If a line contains "model sets none).", it is the last one to write out; begin with the first line of the records and copy each exactly.

(Records contained in a dataset)
..........

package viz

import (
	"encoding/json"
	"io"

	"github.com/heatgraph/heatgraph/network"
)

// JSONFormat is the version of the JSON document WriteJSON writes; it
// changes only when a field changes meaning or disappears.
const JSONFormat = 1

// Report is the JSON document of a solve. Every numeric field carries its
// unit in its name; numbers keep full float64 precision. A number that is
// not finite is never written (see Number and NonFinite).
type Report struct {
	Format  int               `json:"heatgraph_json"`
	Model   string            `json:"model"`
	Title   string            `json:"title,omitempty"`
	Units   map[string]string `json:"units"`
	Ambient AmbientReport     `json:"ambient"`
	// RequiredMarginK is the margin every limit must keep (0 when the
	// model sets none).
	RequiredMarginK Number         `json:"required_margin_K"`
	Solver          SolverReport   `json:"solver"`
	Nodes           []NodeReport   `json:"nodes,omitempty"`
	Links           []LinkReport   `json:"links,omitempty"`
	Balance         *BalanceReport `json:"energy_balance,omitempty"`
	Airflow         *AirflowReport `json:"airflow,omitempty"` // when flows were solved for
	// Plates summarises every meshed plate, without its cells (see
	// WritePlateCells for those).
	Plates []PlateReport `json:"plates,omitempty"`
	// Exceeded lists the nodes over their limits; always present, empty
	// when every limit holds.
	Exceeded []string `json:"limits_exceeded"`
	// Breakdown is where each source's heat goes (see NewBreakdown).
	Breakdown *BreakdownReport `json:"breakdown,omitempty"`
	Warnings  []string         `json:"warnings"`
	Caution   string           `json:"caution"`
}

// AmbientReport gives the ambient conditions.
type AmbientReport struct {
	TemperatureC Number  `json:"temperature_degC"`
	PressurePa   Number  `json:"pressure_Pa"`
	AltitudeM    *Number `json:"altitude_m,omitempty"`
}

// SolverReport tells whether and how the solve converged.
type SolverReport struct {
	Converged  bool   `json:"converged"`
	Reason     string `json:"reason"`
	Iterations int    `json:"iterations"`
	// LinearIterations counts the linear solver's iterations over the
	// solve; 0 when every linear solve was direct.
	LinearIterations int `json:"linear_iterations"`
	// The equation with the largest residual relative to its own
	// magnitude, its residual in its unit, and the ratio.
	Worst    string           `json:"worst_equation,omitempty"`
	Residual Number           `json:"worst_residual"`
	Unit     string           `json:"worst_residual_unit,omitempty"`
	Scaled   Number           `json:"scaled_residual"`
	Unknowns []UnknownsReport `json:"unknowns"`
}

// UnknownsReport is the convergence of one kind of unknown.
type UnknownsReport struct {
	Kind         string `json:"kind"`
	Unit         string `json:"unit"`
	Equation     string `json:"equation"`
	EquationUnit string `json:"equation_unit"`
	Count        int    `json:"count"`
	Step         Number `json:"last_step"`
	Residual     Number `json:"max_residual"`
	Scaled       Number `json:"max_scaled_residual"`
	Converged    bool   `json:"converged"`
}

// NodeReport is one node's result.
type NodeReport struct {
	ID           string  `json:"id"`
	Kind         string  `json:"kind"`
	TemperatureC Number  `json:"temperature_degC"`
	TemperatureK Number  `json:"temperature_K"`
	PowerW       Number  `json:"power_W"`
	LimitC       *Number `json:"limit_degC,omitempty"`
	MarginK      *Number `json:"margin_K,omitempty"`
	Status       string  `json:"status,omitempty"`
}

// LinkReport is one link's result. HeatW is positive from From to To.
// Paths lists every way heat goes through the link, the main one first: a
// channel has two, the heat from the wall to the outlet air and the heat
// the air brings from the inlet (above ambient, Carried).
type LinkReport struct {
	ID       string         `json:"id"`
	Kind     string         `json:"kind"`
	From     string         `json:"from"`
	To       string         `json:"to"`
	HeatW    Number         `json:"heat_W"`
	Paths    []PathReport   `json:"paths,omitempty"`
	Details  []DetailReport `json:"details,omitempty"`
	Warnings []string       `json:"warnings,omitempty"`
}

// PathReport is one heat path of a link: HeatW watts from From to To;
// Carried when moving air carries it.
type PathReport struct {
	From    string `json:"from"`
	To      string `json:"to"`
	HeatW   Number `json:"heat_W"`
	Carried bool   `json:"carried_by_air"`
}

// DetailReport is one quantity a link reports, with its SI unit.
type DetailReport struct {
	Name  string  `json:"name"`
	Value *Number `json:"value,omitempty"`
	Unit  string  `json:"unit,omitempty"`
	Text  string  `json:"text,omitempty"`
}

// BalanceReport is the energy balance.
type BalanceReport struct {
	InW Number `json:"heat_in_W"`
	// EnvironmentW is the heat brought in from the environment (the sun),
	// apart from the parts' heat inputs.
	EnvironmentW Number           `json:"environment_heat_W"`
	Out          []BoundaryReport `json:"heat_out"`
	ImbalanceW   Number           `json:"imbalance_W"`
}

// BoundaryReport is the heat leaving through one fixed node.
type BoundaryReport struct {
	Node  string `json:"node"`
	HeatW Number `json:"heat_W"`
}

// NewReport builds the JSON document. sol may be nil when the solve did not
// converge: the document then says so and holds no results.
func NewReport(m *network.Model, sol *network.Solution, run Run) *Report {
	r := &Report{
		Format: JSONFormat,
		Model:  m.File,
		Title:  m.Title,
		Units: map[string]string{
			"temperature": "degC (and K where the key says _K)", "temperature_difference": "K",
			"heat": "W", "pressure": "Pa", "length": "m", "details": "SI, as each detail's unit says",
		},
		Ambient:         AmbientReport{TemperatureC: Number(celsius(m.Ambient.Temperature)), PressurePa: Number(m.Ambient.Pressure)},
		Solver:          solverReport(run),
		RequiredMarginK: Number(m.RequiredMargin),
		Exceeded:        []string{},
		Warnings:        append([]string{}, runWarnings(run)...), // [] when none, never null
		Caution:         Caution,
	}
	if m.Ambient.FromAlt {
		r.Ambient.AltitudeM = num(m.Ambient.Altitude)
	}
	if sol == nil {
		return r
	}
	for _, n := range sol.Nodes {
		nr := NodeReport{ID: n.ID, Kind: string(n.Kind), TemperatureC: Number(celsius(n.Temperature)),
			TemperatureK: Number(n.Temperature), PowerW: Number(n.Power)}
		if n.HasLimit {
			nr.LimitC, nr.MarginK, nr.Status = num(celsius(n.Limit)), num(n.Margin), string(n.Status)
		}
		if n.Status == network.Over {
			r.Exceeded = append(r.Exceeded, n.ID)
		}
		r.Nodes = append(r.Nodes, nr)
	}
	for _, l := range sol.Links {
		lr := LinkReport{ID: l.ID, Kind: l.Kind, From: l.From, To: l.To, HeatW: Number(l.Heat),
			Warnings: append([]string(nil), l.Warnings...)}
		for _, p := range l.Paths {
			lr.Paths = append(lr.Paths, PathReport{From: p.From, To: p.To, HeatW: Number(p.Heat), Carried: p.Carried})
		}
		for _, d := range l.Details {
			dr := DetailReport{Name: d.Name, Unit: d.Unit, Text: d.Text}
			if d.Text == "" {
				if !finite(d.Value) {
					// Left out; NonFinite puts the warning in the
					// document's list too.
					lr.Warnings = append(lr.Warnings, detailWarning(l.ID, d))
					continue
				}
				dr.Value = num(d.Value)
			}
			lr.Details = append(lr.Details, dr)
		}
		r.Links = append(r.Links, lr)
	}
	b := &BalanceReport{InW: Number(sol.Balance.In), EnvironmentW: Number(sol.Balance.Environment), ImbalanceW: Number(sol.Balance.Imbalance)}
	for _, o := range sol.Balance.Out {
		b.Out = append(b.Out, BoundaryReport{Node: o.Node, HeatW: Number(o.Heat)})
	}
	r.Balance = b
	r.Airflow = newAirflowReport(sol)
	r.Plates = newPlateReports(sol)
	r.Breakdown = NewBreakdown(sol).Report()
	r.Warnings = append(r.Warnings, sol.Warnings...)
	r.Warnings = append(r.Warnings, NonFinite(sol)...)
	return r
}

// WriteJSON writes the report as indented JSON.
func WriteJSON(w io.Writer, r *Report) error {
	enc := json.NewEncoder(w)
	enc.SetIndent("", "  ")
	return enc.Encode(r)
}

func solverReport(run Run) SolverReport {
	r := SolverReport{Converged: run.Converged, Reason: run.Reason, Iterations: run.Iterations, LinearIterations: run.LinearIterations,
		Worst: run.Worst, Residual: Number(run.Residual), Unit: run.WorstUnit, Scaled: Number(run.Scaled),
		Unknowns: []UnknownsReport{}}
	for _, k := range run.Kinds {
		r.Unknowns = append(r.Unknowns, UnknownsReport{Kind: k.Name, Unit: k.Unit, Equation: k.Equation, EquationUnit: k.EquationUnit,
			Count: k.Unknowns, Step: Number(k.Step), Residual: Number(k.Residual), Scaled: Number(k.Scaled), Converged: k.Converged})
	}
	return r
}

..........

> _Task solution_:
package viz

import (
	"encoding/json"
	"io"

	"github.com/heatgraph/heatgraph/network"
)

// JSONFormat is the version of the JSON document WriteJSON writes; it
// changes only when a field changes meaning or disappears.
const JSONFormat = 1

// Report is the JSON document of a solve. Every numeric field carries its
// unit in its name; numbers keep full float64 precision. A number that is
// not finite is never written (see Number and NonFinite).
type Report struct {
	Format  int               `json:"heatgraph_json"`
	Model   string            `json:"model"`
	Title   string            `json:"title,omitempty"`
	Units   map[string]string `json:"units"`
	Ambient AmbientReport     `json:"ambient"`
	// RequiredMarginK is the margin every limit must keep (0 when the
	// model sets none).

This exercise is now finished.